When It's Time to Sell (Portfolio Sale)

Is It Time to Sell Your Website, 4 Tips To Make A Good Sale
Source
October 2015 has been quite volatile so far. The beginning of the month saw a rapid recovery in the value of the DIY Income Investor portfolio, but it was followed quickly by more jitters, Currently the portfolio is showing a 3.3% gain over the first three weeks of the month but it is still showing a slight loss on 2015 as a whole. It's probably mainly due to China.

But there has been an interesting development in the portfolio - resulting in a sale.


Targeting high-yield securities has its hazards. You need to check two main things:
  • Does the dividend (or interest stream) look sustainable? and 
  • What has spooked the market?
The high yield is often due to a drop in price following a loss of confidence by the market. If you are not sure what the problem is, you should not buy it. 'Retail' investors - like us - are usually the last to find out the real underlying situation.

In addition, you want income while you are holding the security - while you are waiting for a recovery in the price. This is the essential consideration that separates the DIY Income Investor approach from straight 'value investing'.

Today's case-in-point is one where I nearly got it right, but UK political decisions sabotaged the investment.

I bought Infinis Energy (LSE:INFI) in June 2014. Although I have always been a bit skeptical about the financial viability of alternative energy sources, I have always tried to live in a reasonably 'sustainable' way. Infinis had - in addition to a nice yield - the attraction of being based around the capture of methane from rubbish sites - one of the cheapest sources of alternative energy. It was also developing on-shore wind power generation.
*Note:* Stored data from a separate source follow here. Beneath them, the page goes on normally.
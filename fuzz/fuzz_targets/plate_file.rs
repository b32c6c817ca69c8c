//! Any bytes as `plate.toml` (with valid sensors and readings): an input error or a case.
#![no_main]
use edgetherm_fuzz::*;
use libfuzzer_sys::fuzz_target;

fuzz_target!(|data: &[u8]| {
    let dir = scratch();
    write_case(&dir, data, SENSORS.as_bytes(), READINGS.as_bytes());
    let _ = load_and_check(&dir);
});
As I noted at the time: "Although the UK Government has made commitments on the future share of renewable energy, I doubt that these will actually be met, as the costs are likely to be too high - both financially and politically."

However, I reasoned that this company had essentially been floated with the intention of attracting a quick take-over offer from one of the larger energy companies, which would want to expand it's own 'alternative energy' portfolio.

I reviewed the situation in June 2015, concluding that the prospects for a take-over continued to appear good, although some commentators thought that the dividend was unsustainable.

Then came the new Conservative Government. Part of the painful - but necessary - cost-cutting was identified as subsidies to alternative energy. Although I don't think this directly affected landfill gas power generation, it did cast a dark shadow over the sector as a whole, particularly wind power. Naturally, the market lost interest and the share price of Infinis dropped. Any firm thinking of a take-over offer would have thought again.

The final act of this sad (for me) story was a sudden jump in the price of nearly 40%. The cause was a recommended acquisition offer from Monterey Capital. This is another 'Terra Firma' company - the company that had floated Infinis. Terra Firma say that recent regulatory changes mean that it will be easier to monetise the assets as a private company, which probably means breaking it up and selling off bits to different buyers.

Anyway, this offer provided an escape route at a capital loss of around 15%, a fair chunk of which would have been compensated for by the dividends already received.

It's a disappointing story but not a complete disaster. The moral might be summed up as: beware investments that are overly sensitive to government regulatory decisions.

[Sale price £183.2]



I am not a financial adviser and the information provided does not constitute financial advice. You should always do your own research on top of what you learn here to ensure that it's right for your specific circumstances.

1 comment:

  1. Have you looked at TRIG, an IT? A bit more geographically diversified and also diversified across more than one renewable technology. Has held up pretty well and has if I recall, reported that the government changes (shortsighted and stupid as they are for pulling the rug out too quickly) should not impact their business model much.